■ **The problem**:
Among the records below, find each line containing the word "MAGENTA" and copy it.

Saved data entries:
===
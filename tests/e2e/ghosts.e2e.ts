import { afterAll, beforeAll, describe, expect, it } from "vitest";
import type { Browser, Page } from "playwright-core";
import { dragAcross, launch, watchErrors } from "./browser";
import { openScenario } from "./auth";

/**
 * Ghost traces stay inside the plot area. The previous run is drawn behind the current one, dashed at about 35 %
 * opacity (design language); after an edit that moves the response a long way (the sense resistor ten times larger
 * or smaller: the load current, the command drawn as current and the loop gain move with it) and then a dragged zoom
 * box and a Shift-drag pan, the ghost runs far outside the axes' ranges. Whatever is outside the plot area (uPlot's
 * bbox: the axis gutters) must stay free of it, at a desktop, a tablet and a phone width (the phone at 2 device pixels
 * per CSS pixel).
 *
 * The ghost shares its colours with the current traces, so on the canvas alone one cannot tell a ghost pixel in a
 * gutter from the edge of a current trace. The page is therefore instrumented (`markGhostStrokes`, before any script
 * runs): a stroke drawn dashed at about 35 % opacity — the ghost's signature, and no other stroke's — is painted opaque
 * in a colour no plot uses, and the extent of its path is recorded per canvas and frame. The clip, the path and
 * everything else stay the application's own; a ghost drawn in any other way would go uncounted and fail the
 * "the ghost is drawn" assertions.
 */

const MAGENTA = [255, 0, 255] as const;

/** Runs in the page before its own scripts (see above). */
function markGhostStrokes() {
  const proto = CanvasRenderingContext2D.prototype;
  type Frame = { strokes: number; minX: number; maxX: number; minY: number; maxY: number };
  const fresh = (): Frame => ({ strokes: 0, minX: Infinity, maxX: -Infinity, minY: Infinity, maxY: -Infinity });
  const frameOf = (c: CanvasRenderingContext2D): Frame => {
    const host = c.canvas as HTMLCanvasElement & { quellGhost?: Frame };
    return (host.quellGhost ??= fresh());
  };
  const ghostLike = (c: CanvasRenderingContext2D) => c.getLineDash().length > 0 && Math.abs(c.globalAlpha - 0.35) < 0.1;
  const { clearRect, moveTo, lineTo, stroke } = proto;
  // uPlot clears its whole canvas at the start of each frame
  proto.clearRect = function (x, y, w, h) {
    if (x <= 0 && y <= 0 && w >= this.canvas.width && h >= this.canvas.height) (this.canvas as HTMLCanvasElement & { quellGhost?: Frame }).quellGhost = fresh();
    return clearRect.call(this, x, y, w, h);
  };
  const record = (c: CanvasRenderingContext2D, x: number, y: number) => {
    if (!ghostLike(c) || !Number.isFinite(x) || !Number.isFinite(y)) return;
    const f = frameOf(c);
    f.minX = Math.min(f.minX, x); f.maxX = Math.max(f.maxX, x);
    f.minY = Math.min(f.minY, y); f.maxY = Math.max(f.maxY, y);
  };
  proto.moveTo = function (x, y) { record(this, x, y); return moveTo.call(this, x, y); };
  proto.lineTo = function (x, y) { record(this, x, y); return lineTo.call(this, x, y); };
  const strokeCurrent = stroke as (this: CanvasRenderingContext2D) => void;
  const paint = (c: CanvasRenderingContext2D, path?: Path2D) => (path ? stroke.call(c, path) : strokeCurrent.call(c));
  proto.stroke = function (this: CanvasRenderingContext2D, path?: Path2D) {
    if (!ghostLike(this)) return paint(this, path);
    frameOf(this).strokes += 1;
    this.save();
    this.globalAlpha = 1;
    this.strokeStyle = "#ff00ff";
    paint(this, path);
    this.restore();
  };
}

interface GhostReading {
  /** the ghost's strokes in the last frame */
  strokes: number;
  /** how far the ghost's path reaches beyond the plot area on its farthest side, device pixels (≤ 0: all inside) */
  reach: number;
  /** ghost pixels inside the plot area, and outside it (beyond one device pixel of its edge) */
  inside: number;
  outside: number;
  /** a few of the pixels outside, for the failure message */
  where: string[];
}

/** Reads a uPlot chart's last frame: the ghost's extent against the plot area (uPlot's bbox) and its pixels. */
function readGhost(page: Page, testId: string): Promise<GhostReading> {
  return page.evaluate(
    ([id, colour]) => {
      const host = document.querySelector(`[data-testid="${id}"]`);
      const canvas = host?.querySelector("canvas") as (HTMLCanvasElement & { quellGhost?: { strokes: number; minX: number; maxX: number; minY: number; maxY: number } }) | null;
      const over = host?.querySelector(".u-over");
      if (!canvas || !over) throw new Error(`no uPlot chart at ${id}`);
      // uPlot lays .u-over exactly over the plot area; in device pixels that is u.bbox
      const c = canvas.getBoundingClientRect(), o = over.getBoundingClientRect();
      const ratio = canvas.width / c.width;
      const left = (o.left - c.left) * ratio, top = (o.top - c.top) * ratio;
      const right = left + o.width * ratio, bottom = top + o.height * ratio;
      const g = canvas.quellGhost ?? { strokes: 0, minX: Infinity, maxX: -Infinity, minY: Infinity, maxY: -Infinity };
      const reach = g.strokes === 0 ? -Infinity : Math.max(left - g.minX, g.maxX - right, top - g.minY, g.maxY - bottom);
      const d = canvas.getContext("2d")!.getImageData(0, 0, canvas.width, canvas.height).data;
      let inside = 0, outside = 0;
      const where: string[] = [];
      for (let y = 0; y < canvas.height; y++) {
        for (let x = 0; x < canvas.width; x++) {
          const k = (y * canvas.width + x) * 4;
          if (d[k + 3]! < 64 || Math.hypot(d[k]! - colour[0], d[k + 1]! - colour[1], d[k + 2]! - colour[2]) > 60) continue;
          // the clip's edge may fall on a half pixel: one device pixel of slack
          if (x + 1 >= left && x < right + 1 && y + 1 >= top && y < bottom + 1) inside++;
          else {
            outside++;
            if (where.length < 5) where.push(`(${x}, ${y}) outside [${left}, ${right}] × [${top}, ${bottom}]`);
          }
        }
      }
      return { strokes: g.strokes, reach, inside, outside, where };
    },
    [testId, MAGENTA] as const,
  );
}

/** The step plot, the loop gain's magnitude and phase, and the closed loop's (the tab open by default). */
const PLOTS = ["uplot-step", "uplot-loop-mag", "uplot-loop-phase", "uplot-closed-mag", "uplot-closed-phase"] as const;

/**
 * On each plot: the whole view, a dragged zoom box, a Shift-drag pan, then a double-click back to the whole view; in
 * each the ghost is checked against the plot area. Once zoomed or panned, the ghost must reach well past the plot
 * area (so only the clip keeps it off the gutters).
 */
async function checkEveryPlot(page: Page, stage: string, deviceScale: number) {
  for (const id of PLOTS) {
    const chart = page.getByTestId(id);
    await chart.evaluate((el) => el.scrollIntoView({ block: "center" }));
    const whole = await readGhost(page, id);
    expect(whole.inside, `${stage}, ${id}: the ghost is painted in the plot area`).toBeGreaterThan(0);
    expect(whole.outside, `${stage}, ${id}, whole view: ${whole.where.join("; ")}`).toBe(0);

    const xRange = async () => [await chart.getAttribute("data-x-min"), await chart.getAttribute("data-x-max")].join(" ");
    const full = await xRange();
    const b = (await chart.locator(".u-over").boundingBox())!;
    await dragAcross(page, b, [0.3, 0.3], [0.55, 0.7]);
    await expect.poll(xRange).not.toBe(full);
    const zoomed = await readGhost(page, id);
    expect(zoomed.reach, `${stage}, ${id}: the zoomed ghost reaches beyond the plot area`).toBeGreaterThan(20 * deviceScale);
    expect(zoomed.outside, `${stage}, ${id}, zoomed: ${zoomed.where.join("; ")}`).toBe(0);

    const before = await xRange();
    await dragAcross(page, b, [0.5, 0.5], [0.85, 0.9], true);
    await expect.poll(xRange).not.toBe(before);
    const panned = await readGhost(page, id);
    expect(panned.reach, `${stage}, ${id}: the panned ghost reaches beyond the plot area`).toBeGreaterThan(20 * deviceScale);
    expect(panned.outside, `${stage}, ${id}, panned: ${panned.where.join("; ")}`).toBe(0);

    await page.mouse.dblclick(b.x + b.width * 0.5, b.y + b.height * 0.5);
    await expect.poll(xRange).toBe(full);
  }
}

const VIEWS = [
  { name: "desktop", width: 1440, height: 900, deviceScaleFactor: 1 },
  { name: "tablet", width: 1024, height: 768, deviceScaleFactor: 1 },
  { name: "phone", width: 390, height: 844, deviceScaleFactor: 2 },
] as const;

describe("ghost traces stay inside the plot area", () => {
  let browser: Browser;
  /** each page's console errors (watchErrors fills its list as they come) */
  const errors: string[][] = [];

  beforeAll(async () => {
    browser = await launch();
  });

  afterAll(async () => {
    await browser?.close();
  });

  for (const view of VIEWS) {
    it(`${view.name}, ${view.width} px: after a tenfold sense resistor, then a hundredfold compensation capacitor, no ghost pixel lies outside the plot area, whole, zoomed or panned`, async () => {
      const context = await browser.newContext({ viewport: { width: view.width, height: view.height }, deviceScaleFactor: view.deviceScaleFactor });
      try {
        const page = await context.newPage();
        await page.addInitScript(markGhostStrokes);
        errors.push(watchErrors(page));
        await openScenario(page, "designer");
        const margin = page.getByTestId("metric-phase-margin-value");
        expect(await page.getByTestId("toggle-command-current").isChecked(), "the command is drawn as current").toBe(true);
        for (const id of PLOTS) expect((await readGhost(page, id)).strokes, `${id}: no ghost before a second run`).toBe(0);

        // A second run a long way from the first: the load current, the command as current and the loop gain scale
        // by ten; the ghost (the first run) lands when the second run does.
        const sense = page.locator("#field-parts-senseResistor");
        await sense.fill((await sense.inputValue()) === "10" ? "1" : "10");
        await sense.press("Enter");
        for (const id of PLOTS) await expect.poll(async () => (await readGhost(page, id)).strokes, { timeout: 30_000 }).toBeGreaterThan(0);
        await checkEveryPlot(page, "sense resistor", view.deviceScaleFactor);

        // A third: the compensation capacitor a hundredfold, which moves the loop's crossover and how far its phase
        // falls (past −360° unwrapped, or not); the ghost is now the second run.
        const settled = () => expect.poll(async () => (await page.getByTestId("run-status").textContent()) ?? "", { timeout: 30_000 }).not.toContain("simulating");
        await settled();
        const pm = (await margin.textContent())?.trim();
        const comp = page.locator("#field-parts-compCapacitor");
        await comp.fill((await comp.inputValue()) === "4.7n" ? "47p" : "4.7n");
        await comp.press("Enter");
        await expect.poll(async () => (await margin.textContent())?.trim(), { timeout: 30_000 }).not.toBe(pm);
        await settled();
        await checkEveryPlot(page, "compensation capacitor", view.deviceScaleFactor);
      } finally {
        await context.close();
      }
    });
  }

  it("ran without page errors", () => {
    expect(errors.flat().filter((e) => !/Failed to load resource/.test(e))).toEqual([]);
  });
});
===
■ **Answer space**:
const MAGENTA = [255, 0, 255] as const;
    [testId, MAGENTA] as const,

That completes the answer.